Your head feels hot and loose on your shoulders, as though it’s about to pop off and float away, and you lean back against the wall again and try to collect yourself and think. Your brain wants to spend this crucial time chastising itself for not being more careful while you were in Kampala. Also for not taking the basic and essential precaution of waiting a few days in London to make sure you weren’t sick before coming home to your wife and baby from an outbreak zone. For God’s sake you couldn’t even find a flight to Boston; it was like someone was trying to tell you to stay away, and perhaps, we would suggest, someone was.
In any event, we understand your frustration, but you need to stop worrying about what’s done and start worrying about the current set of circumstances. The instant you do this you remember the phone in your pants pocket.
It takes Amy five rings to pick up. “Why are you calling me from the bathroom?” she asks, and then, after a pause: “You are still in the bathroom, right?”
“Yes. Listen, you need to take Ruby and go to the hospital.”
“What? I just got my enchiladas,” she says. At the mention of this you picture a plate mounded with refried beans and smeared with melted queso, and your stomach bypasses the backflip and instead performs an entire parallel bar routine. “What are you doing?”
“Listen to me. I’m calling from the bathroom because I can’t leave the toilet,” you say. “I can’t put it any more plainly than that. I’ve got dysentery and I just fed Ruby her dinner. Are you following me?”
“Oh,” Amy says. “Oh, shit, Junior.”
“Very funny. Plus I’ve kissed you several times. We held hands, et cetera. So you need to get your things together and go—” You stop
short, paralyzed by a cramp like God Himself reaching in and squeezing your guts.
“Junior?”
“I’m here,” you say. “Go to the hospital and tell them what’s happening. They need to start you both on antibiotics.”
“What about you?”
“This can’t go on forever,” you say. “At least I hope not. Sooner or later it’s got to let up some, and when it does I’ll catch a cab and follow you there. Go to Mass General. They’ve got the best infectious disease people.”
“Junior, stop being ridiculous,” she says. You hear the sound of sil verware on porcelain as she stands up from the table. “I’m coming in there. We’ll wait for this to pass and get you cleaned up. Then we’ll all go together.”
And though you didn’t want to, you now have to explain to her about the unusually high mortality rate, and how it is due in part to the fact that this strain of shigella is drug-resistant.
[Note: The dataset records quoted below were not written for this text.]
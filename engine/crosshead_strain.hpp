// Strain carried on from the crosshead once the extensometer is gone. Fitted on
// the frames where both were read: crosshead = b + a·extension + C·force, where
// a maps the extensometer's gauge length to the deforming length and C is the
// elastic compliance of the frame, grips and shoulders. After the hand-over the
// extension is estimated from crosshead and force, shifted so the strain is
// continuous at the switch. Pure; refuses (empty optional) when data can't
// support a fit, and the caller falls back.
#pragma once

#include <cstddef>
#include <optional>
#include <span>

namespace tensile {

struct CrossheadModel {
    double a = 1;         // crosshead mm per extensometer mm
    double C = 0;         // crosshead mm per newton (compliance)
    double b = 0;         // intercept, mm
    double shift_mm = 0;  // added to estimates for continuity at the switch
    bool from_fit = true; // false when a was taken from Lc / L0

    [[nodiscard]] double extension_mm(double crosshead_mm, double force_N) const {
        return (crosshead_mm - b - C * force_N) / a + shift_mm;
    }
};

// Fits over rows [first, last) where extension and crosshead are both finite.
// `fallback_a` (Lc / L0, or 1) is used when extension and force move together
// so closely (elastic-only data) that a and C can't be told apart.
std::optional<CrossheadModel> fit_crosshead_model(std::span<const double> extension_mm,
                                                  std::span<const double> crosshead_mm,
                                                  std::span<const double> force_N, std::size_t first,
                                                  std::size_t last, double fallback_a);

}  // namespace tensile
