// Compaction of the analyzer's history; see history.hpp.
#include "history.hpp"

#include <cmath>

namespace tensile {

namespace {

// Mean of the finite values in v[from, to); NaN when there are none.
double finite_mean(const std::vector<double>& v, std::size_t from, std::size_t to) {
    double sum = 0;
    std::size_t count = 0;
    for (std::size_t k = from; k < to; ++k)
        if (std::isfinite(v[k])) {
            sum += v[k];
            ++count;
        }
    return count ? sum / static_cast<double>(count) : NAN;
}

}  // namespace

RowMap History::compact(std::size_t target, std::size_t keep) {
    const std::size_t n = size();
    RowMap map;
    map.merged = merged_rows_;
    map.single_from = merged_rows_;
    map.kept_at = merged_rows_;
    if (n <= target || n <= merged_rows_ + keep) return map;  // nothing to gain

    // The smallest stride (a multiple of the present one) that fits the target.
    const std::size_t singles = n - merged_rows_;
    std::size_t stride = stride_;
    while (true) {
        const std::size_t ratio = stride / stride_;
        const std::size_t groups = (singles - keep) / stride;
        const std::size_t rows = (merged_rows_ + ratio - 1) / ratio + groups + (singles - groups * stride);
        if (rows <= target || stride > n) break;
        stride *= 2;
    }
    map.ratio = stride / stride_;
    map.group = stride;
    map.single_from = merged_rows_ + (singles - keep) / stride * stride;
    const std::size_t first_single = (merged_rows_ + map.ratio - 1) / map.ratio;
    map.kept_at = first_single + (map.single_from - merged_rows_) / stride;

    // Old row ranges of each new row, in order; new row j only reads old rows
    // at or after j, so the merge runs in place.
    auto each_group = [&](auto&& take) {
        std::size_t j = 0;
        for (std::size_t k = 0; k < merged_rows_; k += map.ratio) take(j++, k, std::min(k + map.ratio, merged_rows_));
        for (std::size_t k = merged_rows_; k < map.single_from; k += stride) take(j++, k, k + stride);
        for (std::size_t k = map.single_from; k < n; ++k) take(j++, k, k + 1);
        return j;
    };
    std::size_t rows = 0;
    for (auto* v : {&time_s, &force_N, &strain, &stress_MPa, &extension_mm, &crosshead_mm}) {
        rows = each_group([&](std::size_t j, std::size_t from, std::size_t to) {
            (*v)[j] = to - from == 1 ? (*v)[from] : finite_mean(*v, from, to);
        });
        v->resize(rows);
    }
    each_group([&](std::size_t j, std::size_t, std::size_t to) { running_max[j] = running_max[to - 1]; });
    running_max.resize(rows);
    stride_ = stride;
    merged_rows_ = map.kept_at;
    return map;
}

}  // namespace tensile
You also have to remind her that, as with most diseases, the burden of mortality is borne in large part by two demographics: the very old, and the very young. You do not need to explain to her the significance of this last fact, as it pertains to your situation.
Amy agrees to go without you, but before leaving she says she’s going to tell the restaurant manager what’s going on, in case you need help. She hangs up before you have a chance to protest this, which is fortunate, because ten minutes later you pass out from dehydration and electrolyte imbalance, and if not for the manager reluctantly coming in to check on you who knows how long you would have sat slumped against the side of the stall.
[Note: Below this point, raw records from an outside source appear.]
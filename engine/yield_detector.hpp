// Discontinuous yielding, followed frame by frame: the upper yield ReH (a
// maximum followed by a real drop), the lower yield ReL (the lowest stress of
// the yield plateau, the initial transient ignored) and the yield-point
// extension Ae (from ReH to the start of work hardening). Reads the analyzer's
// history; never allocates per frame beyond its strain bins.
#pragma once

#include <cstddef>
#include <optional>
#include <vector>

#include "history.hpp"
#include "profile.hpp"

namespace tensile {

struct YieldPoints {
    std::size_t upper_index = 0;          // frame of ReH
    double ReH_MPa = 0;
    std::optional<double> ReL_MPa;        // known at the end of yielding (or at finish)
    std::optional<double> Ae;             // strain, fraction
    std::optional<std::size_t> end_index; // frame near the start of work hardening
};

class YieldDetector {
public:
    explicit YieldDetector(const Profile& profile) : profile_(profile) {}

    enum class Step { none, upper_confirmed, end_confirmed };

    // Row `i` of `history` was just added. `eligible`: the stress is above the
    // start of the linear part (so grip seating in the toe can't count);
    // `plastic`: the current plastic strain estimate; `noise_MPa`: stress noise SD.
    Step update(const History& history, std::size_t i, bool eligible, double plastic, double noise_MPa);

    // At the end of a run still yielding: ReL from what was seen, Ae unknown.
    void finish(const History& history);

    // The history merged rows (History::compact): row k is now map(k).
    void on_history_compacted(const RowMap& map) {
        peak_index_ = map(peak_index_);
        if (!points_) return;
        points_->upper_index = map(points_->upper_index);
        if (points_->end_index) *points_->end_index = map(*points_->end_index);
    }

    [[nodiscard]] const std::optional<YieldPoints>& points() const { return points_; }
    [[nodiscard]] bool yielding() const { return points_ && !points_->end_index; }

private:
    struct Bin {
        double strain_sum = 0, stress_sum = 0;
        std::size_t count = 0;
        [[nodiscard]] double strain() const { return strain_sum / static_cast<double>(count); }
        [[nodiscard]] double stress() const { return stress_sum / static_cast<double>(count); }
    };

    Step search_upper(const History& h, std::size_t i, bool eligible, double plastic, double noise_MPa);
    Step follow_plateau(const History& h, std::size_t i);
    void settle_lower(const History& h, std::size_t last);

    const Profile& profile_;
    // Searching for ReH.
    bool have_peak_ = false;
    std::size_t peak_index_ = 0;
    double peak_plastic_ = 0;
    bool dropped_ = false;
    double peak_smoothed_ = 0;
    static constexpr std::size_t smooth_frames = 8;
    double recent_[smooth_frames] = {};
    std::size_t seen_ = 0;
    double smooth_sum_ = 0;
    // Following the plateau.
    std::optional<YieldPoints> points_;
    double noise_MPa_ = 0;
    double plateau_ = 0;               // plateau level (median of bin means)
    Bin current_;
    double bin_start_ = 0;
    std::vector<Bin> bins_;
};

}  // namespace tensile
The manager calls an ambulance and you end up not at Mass General, but Mount Auburn. The ER doctors want to ask you questions, but you’re delirious from fever and dehydration, so they hang a bag of saline and wait for you to come around. When you’re able to tell them what’s happening they decide to take a fecal culture, which afterward you wish they’d gone ahead and done before bringing you back to lucidity. While they’re waiting for the results of the culture they start you on the standard treatment for dysentery, which is ampicillin, and which you tell them is not going to work. But like most doctors they are (a) passionately in love with their protocols, and (b) deaf to most of what comes out of their patients’ mouths, so ampicillin it is.